As Edward S. Casey notes in Remembering, Second Edition: A Phenomenological Study, declarative memory, a process that involves an initial fragile learning period. "The activity of the past, in short, resides in its habitual enactment in the present."
A recent issue in motor memory is whether or not it consolidates in a manner similar to declarative memory, a process that involves an initial fragile learning period that eventually becomes stable and less susceptible to damage over time. An example of stable motor memory consolidation in a patient with brain damage is the case of Clive Wearing. Clive has severe anterograde and retrograde amnesia owing to damage in his temporal lobes, frontal lobes, and hippocampi, which prevents him from storing any new memories and making him aware of only the present moment. However, Clive still retains access to his procedural memories, to be specific, the motor memories involved in playing the piano. This could be because motor memory is demonstrated through savings over several trials of learning, whereas declarative memory is demonstrated through recall of a single item. This suggests that lesions in certain brain areas normally associated with declarative memory would not affect motor memory for a well-learned skill.

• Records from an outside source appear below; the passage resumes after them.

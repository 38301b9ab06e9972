import { useQuery } from '@tanstack/react-query';
import { lazy, Suspense, useState } from 'react';
import type { TeamDefaults } from '../../../shared/contract/index.ts';
import { targets } from '../../../shared/firmware/index.ts';
import { asProblem } from '../../api/problem-error.ts';
import { exportedFile, tableQueries, type ExportAsk } from '../../api/tables.ts';
import { Button, Panel, SelectField, Waiting, icons } from '../../components/index.ts';
import { ProblemNotice } from '../../forms/problem-notice.tsx';
import { useSettled } from '../../components/use-settled.ts';

const FilesView = lazy(async () => ({ default: (await import('../../components/code/index.ts')).FilesView }));
const OptionGroups = lazy(async () => ({
  default: (await import('../../components/code/index.ts')).OptionGroups,
}));

interface ExportSectionProps {
  team: string;
  table: string;
  number: number;
  defaults: TeamDefaults;
}

/** Typing rests so long before files are asked for, in milliseconds. */
const restMs = 300;

/** Files of a saved revision, as the server makes them of what was stored. */
export function ExportSection(props: ExportSectionProps) {
  const [isOpen, setIsOpen] = useState(false);
  return (
    <Panel
      title={`Export revision ${props.number}`}
      actions={
        !isOpen && (
          <Button icon={icons.file} onPress={() => setIsOpen(true)}>
            Show the files
          </Button>
        )
      }
    >
      {isOpen ? (
        <Suspense fallback={<Waiting>Opening the export…</Waiting>}>
          <Export {...props} />
        </Suspense>
      ) : (
        <p className="quiet">
          Made of the stored codes: the same bytes for the same request, today and later.
        </p>
      )}
    </Panel>
  );
}

function Export({ team, table, number, defaults }: ExportSectionProps) {
  const known = targets.find(({ id }) => id === defaults.target) ?? targets[0];
  const [target, setTarget] = useState(known);
  const [typed, setTyped] = useState<Record<string, string>>({});
  const [selected, setSelected] = useState('');
  const given = Object.entries(typed).filter(([name, value]) => value !== '' && name in target.options.shape);
  const query = useSettled(String(new URLSearchParams([['target', target.id], ...given])), restMs);
  const wanted: ExportAsk = { team, table, number, query: Object.fromEntries(new URLSearchParams(query)) };
  const { data: files, error, refetch, isPlaceholderData } = useQuery(tableQueries.export(wanted));
  const fault = error && asProblem(error);
  const problemOf = (name: string) => {
    const problem = fault?.at(name);
    return problem && `${problem.value} is not allowed. Allowed: ${problem.allowed}.`;
  };
  const standard: Readonly<Record<string, string>> = {
    arrayName: 'made from the wave’s name',
    arrayPrefix: defaults.arrayPrefix || 'none',
    licenceLine: defaults.licenceLine || 'none',
    pulses: 'those kept with the revision, if any',
  };
  return (
    <div className="space-y-4 export-files">
      <div className="space-y-4">
        <SelectField
          label="Target"
          value={target.id}
          options={targets.map(({ id, title }) => ({ value: id, label: title }))}
          onChange={(id) => setTarget(targets.find((one) => one.id === id) ?? target)}
        />
        <OptionGroups
          target={target}
          typed={typed}
          fallbacks={standard}
          problemOf={problemOf}
          onChange={(name, value) => setTyped({ ...typed, [name]: value })}
        />
      </div>
      <ProblemNotice
        fault={fault}
        shownElsewhere={Object.keys(target.options.shape)}
        onTryAgain={() => void refetch()}
      />
      {files === undefined && !fault && <Waiting>The server makes the files…</Waiting>}
      {files !== undefined && !fault && (
        <div aria-busy={isPlaceholderData} className="found space-y-3">
          <FilesView
            files={files}
            selected={selected}
            onSelect={setSelected}
            downloads={(shown) => (
              <>
                {[shown, ...files.filter(({ name }) => name !== shown.name)].map(({ name }) => (
                  <a
                    key={name}
                    href={exportedFile(wanted, name)}
                    download={name}
                    className="button button-plain button-small"
                  >
                    <icons.download width="16" height="16" />
                    Download {name}
                  </a>
                ))}
              </>
            )}
          />
        </div>
      )}
    </div>
  );
}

Case study: 54-year-old man with known history of epilepsy
This patient was diagnosed with a pure form of dysgraphia of letters, meaning he had no other speech or reading impairments. His impairment was specific to letters in the alphabet. He was able to copy letters from the alphabet, but he was not able to write these letters. He had previously been rated average on the Wechsler Adult Intelligence Scale's vocabulary subtest for writing ability comparative to his age before his diagnosis. His writing impairment consisted of difficulty remembering motor movements associated with the letters he was supposed to write. He was able to copy the letters, and also form images that were similar to the letters. This suggests that dysgraphia for letters is a deficit related to motor memory. Somehow there is a distinct process within the brain related to writing letters, which is dissociated from copying and drawing letter-like items.